Only the lines from the top of the data through the one with "pub struct Question" are to be written out, each exactly as it stands.
** Opening RECORD SET block **
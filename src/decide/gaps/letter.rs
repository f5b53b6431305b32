//! The gaps as questions in plain sentences, for a letter to the plant.

use super::effect::words;
use super::{Found, Missing, Place, PointGaps, Waits, Weight, figure};
use crate::demand::{Gap, GapKind};
use crate::quantity::Amount;
use crate::quantity::show::Units;
use crate::weighing::Scales;

/// One question.
#[derive(Clone, Debug, PartialEq, Eq)]
pub struct Question {
    /// Address of the point.
    pub address: String,
    /// What the machine is called.
    pub title: Option<String>,
    /// The question with what was taken meanwhile, how it can be found out and what it decides.
    pub text: String,
}

/// The first so many gaps that decide anything, as questions.
pub fn questions(
    scales: &Scales<'_>,
    points: &[PointGaps<'_>],
    ranked: &[Place],
    most: usize,
) -> Vec<Question> {
    let telling = ranked.iter().filter(|p| {
        let found = &points[p.point].gaps[p.gap];
        found.weight != Weight::Nothing
    });
    let mut all: Vec<Question> = Vec::new();
    for place in telling {
        let of = &points[place.point];
        let found = &of.gaps[place.gap];
        let question = Question {
            address: of.weighed.point.address(),
            title: of.weighed.point.title.clone(),
            text: text(scales, of, found),
        };
        // one question may stand for several facts
        let asks = |text: &str| text.split(['?', '(']).next().map(str::to_owned);
        let same =
            |q: &Question| q.address == question.address && asks(&q.text) == asks(&question.text);
        if !all.iter().any(same) {
            all.push(question);
        }
        if all.len() == most {
            break;
        }
    }
    all
}

fn text(scales: &Scales<'_>, of: &PointGaps<'_>, found: &Found) -> String {
    let mut sentences = match &found.missing {
        Missing::Input(gap) => input(gap, scales.units),
        Missing::Fact { says, question, .. } => vec![fact(says, question)],
    };
    sentences.push(decides(scales, of, found));
    sentences.join(" ")
}

fn fact(says: &str, question: &str) -> String {
    let question = capital(question);
    let question = if question.ends_with(['?', '.']) {
        question
    } else {
        format!("{question}?")
    };
    format!("{question} (Not stated: {says}.)")
}

fn input(gap: &Gap, units: Units) -> Vec<String> {
    let what = asked(&gap.key);
    let of = gap.about.as_ref().map_or(String::new(), |about| {
        let part = about.contains(' ');
        format!(" of {}{about}", if part { "the " } else { "" })
    });
    let mut all = vec![format!("What is {what}{of}?")];
    let show = |a: Amount| figure(gap, a, units);
    match &gap.kind {
        GapKind::Range(lo, hi) => all.push(format!(
            "Until we know, anything from {} to {} is taken as possible.",
            show(*lo),
            show(*hi)
        )),
        GapKind::Assumed { taken, lo, hi } => all.push(format!(
            "We have taken {}; {} to {} would be plausible.",
            show(*taken),
            show(*lo),
            show(*hi)
        )),
        GapKind::Word { taken, among } => all.push(format!(
            "We have taken {taken}; {} would be plausible.",
            among.join(", ")
        )),
        GapKind::Missing | GapKind::Fact => {}
    }
    match &gap.ask {
        Some(ask) => all.push(format!("To ask: {ask}.")),
        None => all.push(format!("How to find out: {}.", gap.how)),
    }
    all
}

/// The thing a key asks for, as one says it.
fn asked(key: &str) -> String {
    match key {
        "sump rise" => "the rise of the oil over the ambient at running load".to_owned(),
        "sump" => "the oil temperature at running load".to_owned(),
        "ambient" => "the coldest and the hottest ambient there".to_owned(),
        "part rise" => "the rise over the oil".to_owned(),
        "start" => "the oil temperature at the coldest start".to_owned(),
        "heater" => "the setting of the sump heater".to_owned(),
        "base" => "the base stock".to_owned(),
        super::oils::SHEAR_LOSS => "the permanent shear loss".to_owned(),
        other => format!("the {other}"),
    }
}

fn decides(scales: &Scales<'_>, of: &PointGaps<'_>, found: &Found) -> String {
    let id = |oil: usize| scales.site.oils[oil].id.as_str();
    let lead = super::lead(&of.weighed).map_or("the oil", |c| id(c.oil));
    match (&found.effect, found.weight) {
        (Some(e), Weight::Oil) => {
            let names: Vec<&str> = e
                .proposed
                .iter()
                .map(|o| o.map_or("none of the list", id))
                .collect();
            format!("It decides which oil: {}.", names.join(" or "))
        }
        (Some(e), Weight::Verdict) => {
            let (oil, verdicts) = match of.weighed.in_use() {
                Some(now) if e.verdicts.len() < 2 => (id(now.oil), &e.in_use),
                _ => (lead, &e.verdicts),
            };
            format!("It decides whether {oil} {}.", words(verdicts))
        }
        (_, Weight::Condition) => "A condition on the oil stands until it is known.".to_owned(),
        (None, Weight::Verdict) => "Without it there is no verdict.".to_owned(),
        (None, Weight::Margin) if found.waits == Some(Waits::Limit) => {
            "A further limit is not worked out without it.".to_owned()
        }
        _ => "It moves the margin by more than the reserve.".to_owned(),
    }
}

fn capital(text: &str) -> String {
    let mut letters = text.trim().chars();
    letters.next().map_or_else(String::new, |first| {
        first.to_uppercase().chain(letters).collect()
    })
}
** Closing RECORD SET block **
> RESPONSE BELOW
filename src/decide/gaps/letter.rs
repository f5b53b6431305b32
//! The gaps as questions in plain sentences, for a letter to the plant.

use super::effect::words;
use super::{Found, Missing, Place, PointGaps, Waits, Weight, figure};
use crate::demand::{Gap, GapKind};
use crate::quantity::Amount;
use crate::quantity::show::Units;
use crate::weighing::Scales;

/// One question.
#[derive(Clone, Debug, PartialEq, Eq)]
pub struct Question {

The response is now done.